Dynamic Programming

DP is "smart recursion with memory."

You solve a problem by splitting it into smaller subproblems, but you never solve the same subproblem twice—you cache (memoize) results or fill a table (tabulation). This turns many exponential brute-force searches into polynomial-time solutions.

Two properties make DP work:

• Overlapping subproblems: the same questions get asked repeatedly in a naive recursion.
• Optimal substructure: an optimal solution is composed of optimal solutions to subparts.

If both hold, DP is a strong candidate.

• Greedy makes locally best choices—great when it's provably correct, but it can be fooled by problems where a local choice ruins the global optimum.

  • Plain recursion/backtracking may recompute the same states exponentially many times.
  • DP systematically explores all relevant choices once each, guaranteeing correctness (under the two properties) and cutting time from exponential to polynomial:

  Time ≈ #states × avg transitions, Space ≈ #states.

If you see any of these, think DP:

1. Min/Max/Count with constraints: "minimum cost/maximum value/number of ways."
2. Sequential decisions: prefix/suffix, positions i, pairs (i, j), or ranges [l, r].
3. Edit/align strings: LCS, edit distance, wildcard/regex matching.
4. Capacity/limits: knapsack/coin change ("choose items under capacity").
5. Grid paths / step-limited moves: right/down, obstacles, costs.
6. Trees/DAGs: compute from children/parents (rerooting) or in topo order.
7. Small sets (n ≤ ~20): "visit/assign all" → bitmask DP.
8. Digit restrictions up to N: count numbers ≤ N with per-digit rules → digit DP.
9. Two players optimal play: game DP / minimax with memoization.

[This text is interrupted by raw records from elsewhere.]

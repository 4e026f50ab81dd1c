"""Panels and lids that would close the way by which a beam leaves."""

from __future__ import annotations

from collections.abc import Iterator
from math import ceil

import numpy as np

from benchlay.checks import Context
from benchlay.layout.layout import Layout
from benchlay.optics import moments
from benchlay.remedies.edits import Edit
from benchlay.remedies.trials import Change, unused_name
from benchlay.zones.enclosure_line import EnclosureLine, Side, enclosure_line, leaving

_RADII = 3.0  # of the beam that a panel overtops: all but 1e-7 of its light
_STEP_MM = 10.0  # panels are cut to whole centimetres: common practice


def closings(context: Context, beam: int) -> Iterator[Change]:
    """Give what would close the enclosure where a beam leaves it; nothing without one."""
    start = context.trace.beams.start
    layout = context.layout(int(start.variant[beam]))
    line = enclosure_line(layout)
    if layout.enclosure is None or not line.enclosed:
        return
    x, y, _ = start.position[beam].tolist()
    kx, ky, kz = start.direction[beam].tolist()
    found = leaving(line, (x, y), (kx, ky), float(context.trace.beams.length[beam]))
    if found is None or found.side is None:
        if kz > 0.0:
            yield _lid(layout, line)
        return
    if found.side.panel is None:
        yield _panel(layout, found.side)
    else:
        yield from _taller(context, layout, beam, found.way_mm, found.side.panel)
        if kz > 0.0:
            yield _lid(layout, line)


def _panel(layout: Layout, side: Side) -> Change:
    assert layout.enclosure is not None
    name = unused_name("panel", [*layout.enclosure.panels, *layout.enclosure.lids])
    (ax, ay), (bx, by) = side.start, side.end
    value = f"{{from: [{ax:g}, {ay:g}], to: [{bx:g}, {by:g}]}}"
    words = f"a panel from [{ax:g}, {ay:g}] to [{bx:g}, {by:g}] closes the side that is missing"
    return Change("panel", words, (Edit(("enclosure", "panels"), name, value),))


def _taller(
    context: Context, layout: Layout, beam: int, way_mm: float, name: str
) -> Iterator[Change]:
    """Give a panel that reaches beyond the beam; nothing for one that is open or has a hole."""
    start = context.trace.beams.start
    assert layout.enclosure is not None
    low, high = layout.enclosure.heights_mm(layout.enclosure.panels[name])
    z = float(start.position[beam, 2] + way_mm * start.direction[beam, 2])
    m = moments.propagate(start.moments[:, beam], way_mm, start.index[beam])
    w1, w2, _ = moments.radii(m)
    room = _RADII * float(np.maximum(w1, w2))
    path = ("enclosure", "panels", name)
    if z + room > high:
        top = _STEP_MM * ceil((z + room) / _STEP_MM)
        words = f"panel '{name}' raised from {high:g} to {top:g} mm stands in its way"
        yield Change("panel", words, (Edit(path, "to_height", f"{top:g}"),))
        if layout.enclosure.panels[name].to_height_mm is None:
            # One panel above the others makes a gap of each of theirs.
            words = f"the whole enclosure raised from {high:g} to {top:g} mm stands in its way"
            yield Change("panel", words, (Edit(("enclosure",), "to_height", f"{top:g}"),))
    if z - room < low:
        words = f"panel '{name}' brought down to the bench stands in its way"
        yield Change("panel", words, (Edit(path, "from_height", "0"),))


def _lid(layout: Layout, line: EnclosureLine) -> Change:
    assert layout.enclosure is not None
    name = unused_name("lid", [*layout.enclosure.panels, *layout.enclosure.lids])
    outline = ", ".join(f"[{x:g}, {y:g}]" for x, y in line.corners)
    value = f"{{height: {line.top_mm:g}, outline: [{outline}]}}"
    words = f"a lid over the whole enclosure at {line.top_mm:g} mm stands in its way"
    return Change("lid", words, (Edit(("enclosure", "lids"), name, value),))
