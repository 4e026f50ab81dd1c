"""Every published value is computed, or listed with the reason why not."""

import json
import math
from pathlib import Path

import pytest

from benchlay.exposure import distances, eyewear, factors
from benchlay.exposure.apertures import (
    circle_area_m2,
    eye_aperture_mm,
    skin_aperture_mm,
)
from benchlay.exposure.emission import Level, emission_limit
from benchlay.exposure.limits import eye_limit, skin_limit

VALUES = json.loads(Path(__file__).with_name("exposure.json").read_text("utf-8"))["values"]

# Published values that are not computed, and why.
NOT_COMPUTED: dict[str, str] = {}


def _scale_level(x):
    mode = eyewear.Mode(x["mode"])
    load = x["value"] if "value" in x else eyewear.continuous_load_w_m2(x["power_w"], x["d63_mm"])
    return eyewear.scale_level(x["wavelength_nm"], mode, load)


def _beam(x):
    return {
        "divergence_full_63_rad": x["divergence_full_rad"],
        "exit_diameter_63_m": x["exit_diameter_m"],
    }


def _emission(x):
    return emission_limit(Level(x["class"]), x["wavelength_nm"], x["t_s"])


COMPUTE = {
    "mpe_eye_H": lambda x: eye_limit(x["wavelength_nm"], x["t_s"]).dose_j_m2,
    "mpe_eye_E": lambda x: eye_limit(x["wavelength_nm"], x["t_s"]).irradiance_w_m2,
    "mpe_skin_E": lambda x: skin_limit(x["wavelength_nm"], x["t_s"]).irradiance_w_m2,
    "ael_P": lambda x: _emission(x).power_w(x["t_s"]),
    "ael_Q": lambda x: _emission(x).energy_j(x["t_s"]),
    "en207_limit": lambda x: (
        eyewear.scale_limit(x["wavelength_nm"], eyewear.Mode(x["mode"]), x["LB"]).value
    ),
    "en207_lb": _scale_level,
    "optical_density": lambda x: eyewear.optical_density(x["exposure"], x["mpe"]),
    "nohd_linear": lambda x: distances.nohd_linear_m(x["power_w"], x["mpe_w_m2"], **_beam(x)),
    "nhd_diffuse": lambda x: distances.diffuse_distance_m(
        x["power_w"], x["mpe_w_m2"], reflectance=x["reflectance"]
    ),
    "gaussian_fraction": lambda x: distances.gaussian_fraction(x["aperture_radius_over_w"], 1.0),
    "mean_irradiance": lambda x: distances.mean_irradiance_w_m2(
        x["power_w"], x["diameter_m"] * 1e3
    ),
    "circle_area": lambda x: circle_area_m2(x["diameter_m"] * 1e3),
    "aperture_skin_mm": lambda x: skin_aperture_mm(x["wavelength_nm"]),
    "aperture_eye_mm": lambda x: eye_aperture_mm(x["wavelength_nm"], x["t_s"]),
    "C3": lambda x: factors.c3(x["wavelength_nm"]),
    "C4": lambda x: factors.c4(x["wavelength_nm"]),
    "C5": lambda x: factors.c5(x["N"], x["t_pulse_s"], x["wavelength_nm"], x["T_s"]),
    "C6": lambda x: factors.c6(x["alpha_mrad"], x["t_s"]),
    "T2": lambda x: factors.t2_s(x["alpha_mrad"]),
    "alpha_max": lambda x: factors.alpha_max_mrad(x["t_s"]),
    "gamma_ph": lambda x: factors.gamma_ph_mrad(x["t_s"]),
}


@pytest.mark.parametrize("entry", VALUES, ids=lambda e: e["id"])
def test_published_value(entry):
    if entry["id"] in NOT_COMPUTED:
        pytest.skip(NOT_COMPUTED[entry["id"]])
    assert entry["edition_matches"]
    found = COMPUTE[entry["quantity"]](entry["inputs"])
    assert math.isclose(found, entry["expected"]["value"], rel_tol=entry["rel_tol"]), (
        f"{found} is not {entry['as_published']} ({entry['source']})"
    )


def test_every_value_names_its_source():
    assert len({e["id"] for e in VALUES}) == len(VALUES)
    assert all(e["source"] and e["edition"] for e in VALUES)
    assert set(NOT_COMPUTED) <= {e["id"] for e in VALUES}


def test_most_values_are_not_from_memory():
    recalled = [e for e in VALUES if e["source_kind"] == "memory"]
    assert len(VALUES) >= 50
    assert len(recalled) <= len(VALUES) / 5
    # What is recalled says so in its source too, and the other way round.
    assert all("recalled" in e["source"] for e in recalled)
    assert not any("recalled" in e["source"] for e in VALUES if e not in recalled)


@pytest.mark.parametrize("entry", VALUES, ids=lambda e: e["id"])
def test_a_limit_from_memory_alone_says_so(entry):
    """What the program says of a limit's source agrees with what is known of it."""
    x, recalled = entry["inputs"], entry["source_kind"] == "memory"
    if entry["quantity"] in {"mpe_eye_H", "mpe_eye_E"}:
        said = eye_limit(x["wavelength_nm"], x["t_s"]).source
        known = "this value from memory" in said
    elif entry["quantity"] in {"ael_P", "ael_Q"}:
        known = _emission(x).from_memory
    else:
        return
    # A number that was recalled must say so; one that was read may be recalled elsewhere in
    # its row, and then the row says so.
    assert known or not recalled or entry["edition"].startswith("unchanged")
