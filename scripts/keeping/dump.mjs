import { spawn } from 'node:child_process'
import { createReadStream, createWriteStream } from 'node:fs'
import { once } from 'node:events'
import { createHash } from 'node:crypto'
import { createInterface } from 'node:readline'
import { pipeline } from 'node:stream/promises'
import { SetUpError } from '../local/say.mjs'
import { attempt } from '../local/processes.mjs'
import { tool, toolConnection } from './connection.mjs'

/**
 * Writes one consistent picture of a database, taken in a single transaction while people go on working.
 * @param {string} url
 * @param {string} path of the SQL file to write
 */
export async function dump(url, path) {
  const { name, args, env } = toolConnection(url)
  const options = [
    '--single-transaction',
    '--no-tablespaces',
    '--order-by-primary',
    '--hex-blob',
    '--skip-comments',
  ]
  const child = spawn(tool('mariadb-dump'), [...args, ...options, '--default-character-set=utf8mb4', name], {
    env,
    stdio: ['ignore', 'pipe', 'pipe'],
  })
  let said = ''
  child.stderr.on('data', (chunk) => (said += chunk))
  const ended = once(child, 'close')
  await pipeline(child.stdout, createWriteStream(path, { mode: 0o600 }))
  const [code] = await ended
  if (code !== 0) throw new SetUpError(`The database could not be saved: ${said.trim()}`)
}

/**
 * Runs an SQL file against a database.
 * @param {string} url
 * @param {string} path
 */
export async function load(url, path) {
  const { name, args, env } = toolConnection(url)
  const child = spawn(tool('mariadb'), [...args, '--default-character-set=utf8mb4', name], {
    env,
    stdio: ['pipe', 'ignore', 'pipe'],
  })
  let said = ''
  child.stderr.on('data', (chunk) => (said += chunk))
  const ended = once(child, 'close')
  // When the tool gives up in the middle its reason is worth more than "broken pipe".
  await pipeline(createReadStream(path), child.stdin).catch(() => {})
  const [code] = await ended
  if (code !== 0) throw new SetUpError(`The database could not be loaded: ${said.trim()}`)
}

/** Names of the tables of a database. */
export async function tableNames(url) {
  const { name, args, env } = toolConnection(url)
  const { code, stdout, stderr } = await attempt(
    tool('mariadb'),
    [...args, '--batch', '--skip-column-names', name],
    {
      env,
      input: 'SHOW TABLES;',
    },
  )
  if (code !== 0) throw new SetUpError(`The database cannot be reached: ${stderr.trim()}`)
  return stdout.split('\n').filter(Boolean)
}

/**
 * One checksum for the rows of each table in a dump. Dumps of equal data agree in it, whatever server made them.
 * @param {string} path
 * @returns {Promise<Record<string, string>>}
 */
export async function tableChecksums(path) {
  const hashes = new Map()
  let table
  for await (const line of createInterface({ input: createReadStream(path), crlfDelay: Infinity })) {
    const created = /^CREATE TABLE `([^`]+)`/.exec(line)
    if (created) hashes.set(created[1], createHash('sha256'))
    const filled = /^INSERT INTO `([^`]+)` VALUES ?(.*)$/.exec(line)
    if (filled) table = filled[1]
    // How many rows one statement takes is the tool's affair; what counts is the rows.
    const rows = filled ? filled[2] : line.startsWith('(') ? line : ''
    if (table && rows) hashes.get(table).update(rows.replace(/[,;]$/, '')).update('\n')
  }
  return Object.fromEntries([...hashes].map(([table, hash]) => [table, hash.digest('hex')]))
}
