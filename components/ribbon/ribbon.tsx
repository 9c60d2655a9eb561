'use client'

import { useRef, type KeyboardEvent, type PointerEvent } from 'react'
import type { Step } from '@/drafting/contract'
import { typesetFractions } from '@/drafting/drawing/typeset'
import { plainText } from '@/components/ui/typed-fractions'

/** The sentence of a step: what is done, then the sum behind it. */
export function stepWords(step: Step): string {
  return step.arithmetic ? `${step.text}: ${step.arithmetic}` : step.text
}

/**
 * The ribbon: a tape laid flat, one tick a step. Drag along it, or use the arrow keys, to watch the pattern being drafted; its far end is the
 * finished pattern.
 */
export function Ribbon({
  steps,
  at,
  onMove,
}: {
  readonly steps: readonly Step[]
  /** Index of the step last drawn; undefined: the finished pattern. */
  readonly at: number | undefined
  readonly onMove: (at: number | undefined) => void
}) {
  const track = useRef<HTMLDivElement>(null)
  const end = steps.length
  const now = at ?? end
  const step = at === undefined ? undefined : steps[at]
  const words = step ? `${now + 1} of ${end}. ${stepWords(step)}` : `Finished pattern, ${end} steps`

  const move = (to: number) => {
    const within = Math.max(0, Math.min(end, to))
    onMove(within >= end ? undefined : within)
  }

  function follow(event: PointerEvent<HTMLDivElement>) {
    const box = track.current?.getBoundingClientRect()
    if (!box || end === 0) return
    move(Math.round(((event.clientX - box.left) / box.width) * end))
  }

  function key(event: KeyboardEvent<HTMLDivElement>) {
    const to = {
      ArrowRight: now + 1,
      ArrowUp: now + 1,
      ArrowLeft: now - 1,
      ArrowDown: now - 1,
      PageUp: now + 10,
      PageDown: now - 10,
      Home: 0,
      End: end,
    }[event.key]
    if (to === undefined) return
    event.preventDefault()
    move(to)
  }

  const share = end === 0 ? 1 : now / end
  return (
    <section
      aria-label="Ribbon"
      className="flex min-h-14 shrink-0 items-stretch gap-3 border-t border-rule bg-ground px-3"
    >
      <div
        role="slider"
        tabIndex={0}
        aria-label="Steps of the draft"
        aria-valuemin={0}
        aria-valuemax={end}
        aria-valuenow={now}
        aria-valuetext={plainText(words)}
        onKeyDown={key}
        onPointerDown={(event) => {
          event.currentTarget.setPointerCapture(event.pointerId)
          follow(event)
        }}
        onPointerMove={(event) => {
          if (event.currentTarget.hasPointerCapture(event.pointerId)) follow(event)
        }}
        className="relative min-w-0 flex-1 cursor-ew-resize touch-none"
      >
        <p className="pt-1 pb-8 text-sm sm:absolute sm:inset-x-0 sm:top-0 sm:truncate sm:pb-0" aria-hidden>
          {step ? (
            <>
              <span className="font-semibold">{now + 1}</span> {typesetFractions(stepWords(step))}
            </>
          ) : (
            <span className="text-walnut">
              Drag along the ribbon to watch the pattern being drafted, step by step
            </span>
          )}
        </p>
        <div ref={track} className="absolute inset-x-2 bottom-2 h-5 border-b border-rule">
          {steps.map((each, index) => (
            <span
              key={each.id}
              style={{ left: `${(index / Math.max(1, end)) * 100}%` }}
              className={tickClass(index, now)}
            />
          ))}
          <span
            style={{ left: `${share * 100}%` }}
            className="absolute -bottom-1.5 size-3 -translate-x-1/2 rounded-full border-2 border-indigo bg-ground"
          />
        </div>
      </div>
      {at !== undefined && (
        <button
          type="button"
          onClick={() => onMove(undefined)}
          className="my-1.5 shrink-0 rounded border border-rule px-3 text-sm font-semibold hover:border-indigo hover:text-indigo"
        >
          Finished pattern
        </button>
      )}
    </section>
  )
}

function tickClass(index: number, now: number): string {
  const height = index % 10 === 0 ? 'h-4' : index % 5 === 0 ? 'h-3' : 'h-2'
  return `absolute bottom-0 w-px ${height} ${index <= now ? 'bg-ink' : 'bg-rule'}`
}
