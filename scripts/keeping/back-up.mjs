import { cpSync, existsSync, mkdtempSync, readFileSync, rmSync, writeFileSync } from 'node:fs'
import { tmpdir } from 'node:os'
import { join } from 'node:path'
import { root } from '../local/paths.mjs'
import { fileChecksum, fileChecksums, inside, pack } from './archive.mjs'
import { dump, tableChecksums } from './dump.mjs'

/**
 * Saves a database and the files beside it into one archive with a checksum of every table and file.
 * @param {{ url: string, files: string, archive: string }} options
 * @returns {Promise<{ tables: number, files: number }>} how much is in it
 */
export async function backUp({ url, files, archive }) {
  const folder = mkdtempSync(join(tmpdir(), 'chalkfold-backup-'))
  try {
    const sql = join(folder, inside.database)
    await dump(url, sql)
    // Copied first: a file that changes while it is read would not match its own checksum.
    if (existsSync(files)) cpSync(files, join(folder, inside.files), { recursive: true })
    const manifest = {
      madeAt: new Date().toISOString(),
      version: JSON.parse(readFileSync(join(root, 'package.json'), 'utf8')).version,
      database: await fileChecksum(sql),
      tables: await tableChecksums(sql),
      files: await fileChecksums(join(folder, inside.files)),
    }
    writeFileSync(join(folder, inside.manifest), JSON.stringify(manifest, null, 2), { mode: 0o600 })
    await pack(folder, archive)
    return { tables: Object.keys(manifest.tables).length, files: Object.keys(manifest.files).length }
  } finally {
    rmSync(folder, { recursive: true, force: true })
  }
}

/**
 * Name of a backup by its moment, so that names in order are backups in order.
 * @param {Date} moment
 */
export function archiveName(moment) {
  return `chalkfold-${moment.toISOString().slice(0, 19).replaceAll(':', '')}Z.tar.gz`
}
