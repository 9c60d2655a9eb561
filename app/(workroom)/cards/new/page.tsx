import type { Metadata } from 'next'
import { forPage, requireActor } from '@/app/_server/session'
import { Page } from '@/components/ui/page'
import { getWorkroom } from '@/db/access/workrooms'
import { newId } from '@/db/new-id'
import { may } from '@/db/permissions'
import { today } from '../../_data/dates'
import { usualMeasurements } from '../../_data/usual-measurements'
import { CardForm } from '../_parts/card-form'

export const metadata: Metadata = { title: 'New measure card' }

export default async function NewOwnCardPage() {
  const actor = await requireActor('/cards/new')
  const { unit } = await forPage(getWorkroom(actor))
  const card = {
    id: newId(),
    clientId: null,
    name: 'My measurements',
    takenOn: today(),
    unit,
    note: '',
    values: {},
  }
  return (
    <Page title="New measure card" trail={[{ href: '/cards', label: 'My measurements' }]}>
      <CardForm
        card={card}
        isNew
        readOnly={false}
        usual={usualMeasurements()}
        draftable={may(actor, 'drafts', 'write')}
      />
    </Page>
  )
}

If none of these fit and a correct greedy exists, DP might be overkill.

1. Define the state. What minimal info makes the next decision local? e.g., i (index), (i, j) (substring), mask (picked set), node (tree), plus any small "mode" flags.

2. Write the recurrence (transitions). Express the answer for a state from smaller states. Decide whether you min, max, or sum results.

3. Base cases. Trivial starts (empty prefix, zero capacity, single char, etc.).

4. Order of evaluation.

   • Top-down (memoization): recursion + cache. Fast to write; follows dependencies automatically.
   • Bottom-up (tabulation): loop in a dependency-respecting order (e.g., increasing length).

5. Compute answer location. Is it dp[n], dp[n][m], dp[0][n-1], or an aggregate over states?

6. Complexity & space tweaks.

   • Shrink to rolling arrays if only "previous layer" is needed.
   • Use monotonic queue / CHT / divide-and-conquer / Knuth optimizations when the structure allows.

• Climbing stairs (count ways): Ways to reach step i = ways to reach i-1 + ways to reach i-2. (Overlapping subproblems, sum transition, base: step 0 → 1 way.)

  • Coin change (min coins): Best for amount x = 1 + min(best[x - coin] for coin). (Min transition; base: amount 0 → 0 coins.)

  • Edit distance (two strings): dp[i][j] = min of delete, insert, replace from smaller prefixes— or carry dp[i-1][j-1] if chars match. (2D state, min transition.)

  • Burst balloons / matrix chain (interval DP): dp[l][r] = best split over k in (l..r-1) plus local cost. (Range state; try all split points.)

Think of each state as a node, each transition as a directed edge to smaller states.

DP = longest/shortest path/count of paths on this implicit DAG computed in a topological order (or via memoized DFS).

• State too big / too small: include exactly the info that affects future choices; nothing extra.
  • Double counting in counting problems: ensure transitions partition cases cleanly.
  • Wrong iteration order: bottom-up must respect dependencies; otherwise you read unfilled states.
  • Mixing goals: don't combine "count ways" with "min cost" in one table unless you track both explicitly.
  • Space blow-ups: check if you can roll arrays or compress to 1D.

1. Naive recursion/backtracking repeats subproblems → Yes.
2. Greedy is tempting—can you prove it always works? No → DP.
3. Graph/DAG with acyclic deps? → Topo DP.
4. Small set/all subsets? → Bitmask DP.
5. Per-digit constraints up to N? → Digit DP.
6. Splitting intervals? → Interval DP.